Subsection 122-25(4) provides:

If:

(a) the *CGT asset or any of the assets of the *business is a right, option, *convertible interest or *exchangeable interest; and

(b) the company *acquires another CGT asset by exercising the right or option or by converting the convertible interest or in exchange for the disposal or redemption of the exchangeable interest;

the other asset cannot become *trading stock of the company just after the company acquired it.

The CGT assets are the Company A Shares already owned by The Taxpayer. As such this subsection does not apply.

Subsection 122-25(5) states:

The *ordinary income and *statutory income of the company must not be exempt from income tax because it is an *exempt entity for the income year of the trigger event.

As NewCo Pty Ltd will not be an exempt entity as defined in section 995-1, this subsection does not apply.

Subsection 122-25(6) provides:

If you are an individual at the time of the trigger event, either:

(a)  you and the company must both be Australian residents at that time; or

(b)  both of the following requirements must be satisfied:

(i)      each asset must be *taxable Australian property at that time;

(ii)     the shares in the company mentioned in subsection 122-20(1) must be taxable Australian property just after that time.

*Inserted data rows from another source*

"""A column of float64 values read a slice at a time (`Column`), and one held in memory.

Functions that must not hold a whole record (``estimator.metrics.changes_in_blocks``) take
columns: the caller decides where the values live (an array, a file read slice by
slice). `blocks` cuts a stretch of a column into `BLOCK` values at a time.
"""

from __future__ import annotations

from collections.abc import Iterator
from typing import Protocol

import numpy as np
from numpy.typing import ArrayLike

__all__ = ["BLOCK", "ArrayColumn", "Column", "blocks"]

#: Values per block when a column is walked through.
BLOCK = 65_536


class Column(Protocol):
    """``size`` values, of which ``read(start, stop)`` returns a fresh float64 array."""

    @property
    def size(self) -> int: ...

    def read(self, start: int, stop: int) -> np.ndarray: ...


class ArrayColumn:
    """A column over an array in memory (a copy of each slice read)."""

    def __init__(self, values: ArrayLike) -> None:
        self._values = np.asarray(values, dtype=np.float64).ravel()

    @property
    def size(self) -> int:
        return int(self._values.size)

    def read(self, start: int, stop: int) -> np.ndarray:
        return np.array(self._values[max(start, 0) : max(stop, 0)])


def blocks(
    column: Column, start: int = 0, stop: int | None = None, block: int = BLOCK
) -> Iterator[tuple[int, np.ndarray]]:
    """``(first index, values)`` of ``column[start:stop]``, ``block`` values at a time."""
    stop = column.size if stop is None else min(stop, column.size)
    for a in range(max(start, 0), stop, block):
        yield a, column.read(a, min(a + block, stop))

The Taxpayer is, and once incorporated NewCo Pty Ltd will be, a resident of Australia for the purposes of the definition in subsection 6(1) of the ITAA 1936. As such, paragraph 122-25(6)(a) applies and this subsection will be satisfied.

Subsection 122-25(7)

If you are a trustee of a trust at the time of the trigger event, either:

(a)  at that time, the trust must be a *resident trust for CGT purposes and the company must be an Australian resident; or

(b)  both of the following requirements must be satisfied:

(i)    each *CGT asset must be a CGT asset of the trust that is *taxable Australian property at that time; and

(j)    the shares in the company mentioned in subsection 122-20(1) must be taxable Australian property just after that time.

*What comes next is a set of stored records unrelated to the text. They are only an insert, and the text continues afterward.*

def design_cell(
    settling_time_s: float,
    mass_kg: float,
    *,
    overshoot: float | None = None,
    damping_ratio: float | None = None,
    band: float = 0.02,
) -> CellDesign:
    """Size stiffness and damping for a moving mass, a settling time and a shape.

    Give exactly one of ``overshoot`` (fraction in (0, 1)) or ``damping_ratio`` (> 0).
    For a fixed ζ the product ``ωn·ts`` is a constant, so
    ``ωn = normalised_settling_time(ζ, band)/settling_time_s``, ``k = m·ωn²`` and
    ``b = 2ζ·sqrt(k·m) = 2ζ·m·ωn``. The settling time is the exact one (not the
    common-practice ``4/(ζωn)``).

    Args:
        settling_time_s: target settling time in s, finite and > 0.
        mass_kg: moving mass in kg, finite and > 0.
        overshoot: target peak overshoot, fraction.
        damping_ratio: target ζ, finite and > 0 (ζ = 0 never settles).
        band: settling band, fraction of the final value in (0, 1).

    Raises:
        ParameterError: both or neither of overshoot/damping_ratio, or a bad value.
    """
    if (overshoot is None) == (damping_ratio is None):
        raise ParameterError(
            f"overshoot = {overshoot!r} and damping_ratio = {damping_ratio!r}: give exactly "
            "one of them (overshoot as a fraction in (0, 1), or damping_ratio > 0)"
        )
    ts = _positive("settling_time_s", settling_time_s, "s", "the target settling time")
    mass = _positive("mass_kg", mass_kg, "kg", "the cell's moving mass")
    band_ = _band(band)
    if overshoot is not None:
        zeta = damping_ratio_for_overshoot(overshoot)
    else:
        zeta = _positive("damping_ratio", damping_ratio, "", "the damping ratio ζ")
    wn = _normalised_settling(zeta, band_) / ts
    stiffness = mass * wn * wn
    damping = 2.0 * zeta * mass * wn
    if not (math.isfinite(stiffness) and stiffness > 0.0 and math.isfinite(damping)):
        raise ParameterError(
            f"settling_time_s = {ts!r} with mass_kg = {mass!r} gives stiffness "
            f"{stiffness!r} N/m and damping {damping!r} N·s/m, outside float range; "
            "use a less extreme settling time or mass"
        )
    design_os = (
        math.exp(-zeta * math.pi / math.sqrt((1.0 - zeta) * (1.0 + zeta))) if zeta < 1.0 else 0.0
    )
    return CellDesign(
        natural_freq_rad_s=wn,
        damping_ratio=zeta,
        stiffness_n_per_m=stiffness,
        damping_n_s_per_m=damping,
        mass_kg=mass,
        settling_time_s=ts,
        band=band_,
        overshoot=design_os,
    )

This subsection only applies to a trustee of a trust so does not apply to The Taxpayer's disposal of their Company A Shares to NewCo Pty Ltd.

All the relevant subsection of section 122-25 will be satisfied in respect of The Taxpayer' disposal of their Company A Shares to NewCo Pty Ltd.

Section 122-35 - What if the company undertakes to discharge a liability (disposal case)

NewCo Pty Ltd is not discharging a liability of The Taxpayer as part of the disposal of Company A Shares to NewCo Pty Ltd and therefore this section has no application.

As the requirements of sections 122-15, 122-20 and 122-25 are satisfied, The Taxpayer may choose to obtain a roll-over on the transfer of the Company A Shares to NewCo Pty Ltd in exchange for shares in NewCo Pty Ltd, and thus disregard the capital gain realised on the disposal of those shares in accordance with subsection 122-40(1).

 

[1] As per the assumption to this ruling.

[2] Note: as per ATO Interpretative Decision ATO ID 2004/94 Income Tax Capital gains tax: Subdivision 122-A rollover: no consideration received, if the Taxpayer decides to dispose of their Company A Shares to NewCo Pty Ltd for no consideration, then section 122-20 will not need to be applied in respect of the disposal.